The idea is to be as efficient as possible, this making it easier to start on time when you are still half asleep and wondering why the hell you are doing this in the first place.

  • Don’t set off at break neck speeds hoping to be done in six hours. This is an ultra-endurance ride, not a sprint. Pacing is the key, ease in for the win!
  • Enjoy the process of achieving something not many people will have done. This isn’t a race. No one is going to care if you beat Mark and his team to 240 miles.
  • Ride at a pace “you” can sustain for the duration of the ride, which could be up to 16 hours in the saddle.
  • After you have your scheduled break, you may find your legs feel heavy to get going again, this is normal. I like to ease back into my pace instead of getting caught up on trying to hold whatever my average kph target is from the get go.

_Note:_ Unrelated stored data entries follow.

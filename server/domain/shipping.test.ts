import { describe, expect, it } from 'vitest';
import {
  billableWeightGrams,
  dimensionalWeightKgMetric,
  dimensionalWeightLb,
  poundsToGramsCeil,
  shippingForSeller,
  shippingProfileSchema,
  type ShippingItem,
  type ShippingProfile,
} from './shipping';

const profile = (p: unknown): ShippingProfile => shippingProfileSchema.parse(p);

const item = (over: Partial<ShippingItem> = {}): ShippingItem => ({
  listingId: 'L-1',
  quantity: 1,
  unitPriceCents: 2500,
  weightGrams: 500,
  lengthMm: 100,
  widthMm: 100,
  heightMm: 50,
  ...over,
});

const US = { country: 'US' };

describe('shipping profile schema', () => {
  it('when a profile omits pickup and divisor, then the defaults are filled in', () => {
    const p = profile({ kind: 'flat_per_order', amountCents: 900, shipsTo: ['*'] });
    expect(p).toMatchObject({ pickupAvailable: false, dimDivisor: 'carrier_139' });
  });

  it('when a pickup-only profile has no ship-to list, then it ships nowhere and offers pickup', () => {
    expect(profile({ kind: 'pickup_only' })).toMatchObject({ shipsTo: [], pickupAvailable: true });
  });

  it('when bands are not strictly increasing, then the profile is rejected', () => {
    const r = shippingProfileSchema.safeParse({
      kind: 'weight_bands',
      shipsTo: ['US'],
      bands: [
        { upToGrams: 5000, amountCents: 900 },
        { upToGrams: 5000, amountCents: 1200 },
      ],
    });
    expect(r.success).toBe(false);
  });

  it('when a country code is lower case or money is fractional, then the profile is rejected', () => {
    expect(shippingProfileSchema.safeParse({ kind: 'flat_per_order', amountCents: 900, shipsTo: ['us'] }).success).toBe(false);
    expect(shippingProfileSchema.safeParse({ kind: 'flat_per_order', amountCents: 9.5, shipsTo: ['US'] }).success).toBe(false);
    expect(shippingProfileSchema.safeParse({ kind: 'per_item', firstItemCents: -1, additionalItemCents: 0, shipsTo: ['US'] }).success).toBe(false);
  });
});

describe('dimensional weight', () => {
  it('when sides are fractional, then each is rounded up to the inch before dividing', () => {
    // 11.2 x 11.2 x 11.2 -> 12 x 12 x 12 = 1728 in^3; / 139 = 12.4 -> 13 lb
    expect(dimensionalWeightLb(11.2, 11.2, 11.2)).toBe(13);
    expect(dimensionalWeightLb(12, 12, 12, 166)).toBe(11);
  });

  it('when a side is negative or the divisor is zero, then it throws', () => {
    expect(() => dimensionalWeightLb(-1, 2, 3)).toThrow(RangeError);
    expect(() => dimensionalWeightLb(1, 2, 3, 0)).toThrow(RangeError);
  });

  it('when metric, then cm^3 / 5000 gives kg', () => {
    expect(dimensionalWeightKgMetric(50, 40, 30)).toBe(12);
    expect(dimensionalWeightKgMetric(49.1, 40, 30)).toBe(12);
  });

  it('when converting pounds, then 1 lb is 453.59237 g rounded up to the gram', () => {
    expect(poundsToGramsCeil(1)).toBe(454);
    expect(poundsToGramsCeil(100)).toBe(45_360); // 45359.237
    expect(poundsToGramsCeil(100_000)).toBe(45_359_237);
  });
});

describe('billableWeightGrams', () => {
  it('when a box is light and bulky, then the dimensional weight is billed', () => {
    // 610 x 610 x 610 mm -> 25 x 25 x 25 in (24.02 rounds up) = 15625 in^3; /139 = 112.4 -> 113 lb
    const g = billableWeightGrams({ weightGrams: 2000, lengthMm: 610, widthMm: 610, heightMm: 610 });
    expect(g).toBe(poundsToGramsCeil(113));
  });

  it('when a part is small and dense, then its actual weight is billed', () => {
    expect(billableWeightGrams({ weightGrams: 9000, lengthMm: 200, widthMm: 150, heightMm: 100 })).toBe(9000);
  });

  it('when millimetres make whole inches, then no extra inch is added', () => {
    // 254 mm = 10 in exactly: 10 x 10 x 10 / 139 = 7.19 -> 8 lb
    expect(billableWeightGrams({ weightGrams: 0, lengthMm: 254, widthMm: 254, heightMm: 254 })).toBe(poundsToGramsCeil(8));
  });

  it('when the divisor is metric, then cm^3 / 5 gives grams', () => {
    // 500 x 400 x 300 mm = 60000 cm^3 -> 12 kg
    expect(billableWeightGrams({ weightGrams: 3000, lengthMm: 500, widthMm: 400, heightMm: 300 }, 'metric_5000')).toBe(12_000);
    // 401 mm rounds up to 41 cm
    expect(billableWeightGrams({ weightGrams: 0, lengthMm: 500, widthMm: 401, heightMm: 300 }, 'metric_5000')).toBe(12_300);
  });

  it('when dimensions are unknown (0), then only the actual weight counts', () => {
    expect(billableWeightGrams({ weightGrams: 700, lengthMm: 0, widthMm: 0, heightMm: 0 })).toBe(700);
  });

  it('when a weight is fractional or negative, then it throws', () => {
    expect(() => billableWeightGrams({ weightGrams: 1.5, lengthMm: 1, widthMm: 1, heightMm: 1 })).toThrow(/weightGrams/);
    expect(() => billableWeightGrams({ weightGrams: 1, lengthMm: -1, widthMm: 1, heightMm: 1 })).toThrow(/lengthMm/);
  });
});

describe('shippingForSeller', () => {
  const flat = profile({ kind: 'flat_per_order', amountCents: 1200, shipsTo: ['US', 'CA'] });
  const perItem = profile({ kind: 'per_item', firstItemCents: 800, additionalItemCents: 250, shipsTo: ['*'] });
  const bands = profile({
    kind: 'weight_bands',
    shipsTo: ['*'],
    bands: [
      { upToGrams: 2000, amountCents: 700 },
      { upToGrams: 10_000, amountCents: 1500 },
    ],
    overMaxCents: 4000,
  });

  it('when flat per order, then one charge covers every item', () => {
    const q = shippingForSeller(flat, [item(), item({ listingId: 'L-2', quantity: 3 })], US);
    expect(q).toMatchObject({ ok: true, amountCents: 1200 });
  });

  it('when per item, then the first unit and each further unit are charged', () => {
    const q = shippingForSeller(perItem, [item({ quantity: 2 }), item({ listingId: 'L-2' })], US);
    expect(q).toMatchObject({ ok: true, amountCents: 800 + 2 * 250 });
    if (q.ok) expect(q.explanation).toContain('2 more');
  });

  it('when weight bands, then the summed billable weight picks the band', () => {
    expect(shippingForSeller(bands, [item({ weightGrams: 1000, quantity: 2 })], US)).toMatchObject({ ok: true, amountCents: 700, billableGrams: 2000 });
    expect(shippingForSeller(bands, [item({ weightGrams: 1001, quantity: 2 })], US)).toMatchObject({ ok: true, amountCents: 1500 });
  });

  it('when heavier than the last band, then the over-max charge applies, or the seller refuses without one', () => {
    expect(shippingForSeller(bands, [item({ weightGrams: 12_000 })], US)).toMatchObject({ ok: true, amountCents: 4000 });
    const capped = profile({ kind: 'weight_bands', shipsTo: ['*'], bands: [{ upToGrams: 10_000, amountCents: 1500 }], overMaxCents: null });
    expect(shippingForSeller(capped, [item({ weightGrams: 12_000 })], US)).toMatchObject({ ok: false, reason: 'over_weight_limit' });
  });

  it('when a bulky box is light, then the band follows its dimensional weight', () => {
    // 610 mm cube: 113 lb dimensional, far over the 10 kg band
    expect(shippingForSeller(bands, [item({ weightGrams: 500, lengthMm: 610, widthMm: 610, heightMm: 610 })], US)).toMatchObject({ ok: true, amountCents: 4000 });
  });

  it('when the item subtotal reaches the free-above threshold, then shipping is free; one cent less, it is charged', () => {
    const free = profile({ kind: 'flat_per_order', amountCents: 1200, shipsTo: ['*'], freeAboveCents: 5000 });
    expect(shippingForSeller(free, [item({ unitPriceCents: 2500, quantity: 2 })], US)).toMatchObject({ ok: true, amountCents: 0 });
    expect(shippingForSeller(free, [item({ unitPriceCents: 2500 }), item({ listingId: 'L-2', unitPriceCents: 2499 })], US)).toMatchObject({
      ok: true,
      amountCents: 1200,
    });
  });

  it('when free shipping applies but the parcel is over the weight limit, then the seller still refuses', () => {
    const p = profile({ kind: 'weight_bands', shipsTo: ['*'], bands: [{ upToGrams: 1000, amountCents: 500 }], freeAboveCents: 100 });
    expect(shippingForSeller(p, [item({ weightGrams: 5000 })], US)).toMatchObject({ ok: false, reason: 'over_weight_limit' });
  });

  it('when the destination is not in ships-to, then it is refused; "*" ships anywhere', () => {
    expect(shippingForSeller(flat, [item()], { country: 'DE' })).toMatchObject({ ok: false, reason: 'does_not_ship_to' });
    expect(shippingForSeller(perItem, [item()], { country: 'DE' })).toMatchObject({ ok: true });
  });

  it('when the buyer picks up, then it costs nothing where pickup is offered and is refused elsewhere', () => {
    const withPickup = profile({ kind: 'flat_per_order', amountCents: 1200, shipsTo: ['US'], pickupAvailable: true });
    expect(shippingForSeller(withPickup, [item()], { pickup: true })).toMatchObject({ ok: true, amountCents: 0 });
    expect(shippingForSeller(flat, [item()], { pickup: true })).toMatchObject({ ok: false, reason: 'pickup_not_offered' });
    const showOnly = profile({ kind: 'pickup_only' });
    expect(shippingForSeller(showOnly, [item()], { pickup: true })).toMatchObject({ ok: true, amountCents: 0 });
    expect(shippingForSeller(showOnly, [item()], US)).toMatchObject({ ok: false, reason: 'pickup_only' });
  });

  it('when there are no items, then nothing is charged', () => {
    expect(shippingForSeller(flat, [], US)).toMatchObject({ ok: true, amountCents: 0 });
  });

  it('when input is bad, then a RangeError names the field', () => {
    expect(() => shippingForSeller(flat, [item({ quantity: 0 })], US)).toThrow(/quantity/);
    expect(() => shippingForSeller(flat, [item({ unitPriceCents: 1.5 })], US)).toThrow(/unitPriceCents/);
    expect(() => shippingForSeller(flat, [item()], { country: 'usa' })).toThrow(/country/);
    expect(() => shippingForSeller({ kind: 'flat_per_order', amountCents: -5, shipsTo: ['US'] } as unknown as ShippingProfile, [item()], US)).toThrow(
      /invalid shipping profile/,
    );
    expect(() => shippingForSeller({ kind: 'flat_per_order', amountCents: 5, shipsTo: ['US'] } as unknown as ShippingProfile, [item()], US)).toThrow(
      /defaults/,
    );
  });
});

I can make up the lost kph of the first 10 -15 minutes over the whole block, so ease in for the long term win!

Here’s my plan of attack for the ride…

I’m going to ride between 25-30kph depending on the terrain of the on line platform I’ll be using. I’m not to bothered about my power output or heart rate, but will use them as a guide to stop myself pushing too hard.  I don’t want to exceed ~250w and I’ll be trying to keep my heart rate below ~100bpm. Remember this is “my” plan, and I’m a professional athlete. I encourage you to use this as a guide to work within what you think is sustainable for you. The key thing here is, you have to be able to do this all day, so please be realistic in the targets you set yourself. It’s far better to set off easy and pick it up, than go out like a rocket and hang on.

  • What works for me is eating every 30 minutes.
  • I’ll snack on oat balls and rice cakes (not the dry kind, the pro cyclist kind) with maybe some dried mango or similar fruit.
  • I steer clear of gels and energy bars on big rides like this, as they don’t sit well with me after hours and hours on the bike. They are great for racing, but this isn’t a race, so it’s real food for me on long rides.
  • During the breaks I will most likely have a toasted bagel with some sort of nut butter, as my small meal.
  • Eat little and often – I don’t want the blood rushing to my stomach to digest a heavy meal, when I need my legs to work.

*Please note, this is from my experience, and not ‘your personal nutritional advice’. I’m just giving you an ideal what works for me after years of riding these type of events. If you have a tried and tested system, then I encourage you to use that.

If you have read this far it’s clear your body is capable of churning out the miles, the only thing that will stop you is your mind. This may well be the biggest ride you will ever do. It’s going to be a hard day. Big days in the saddle are hard for anyone, Mark will tell you that for free.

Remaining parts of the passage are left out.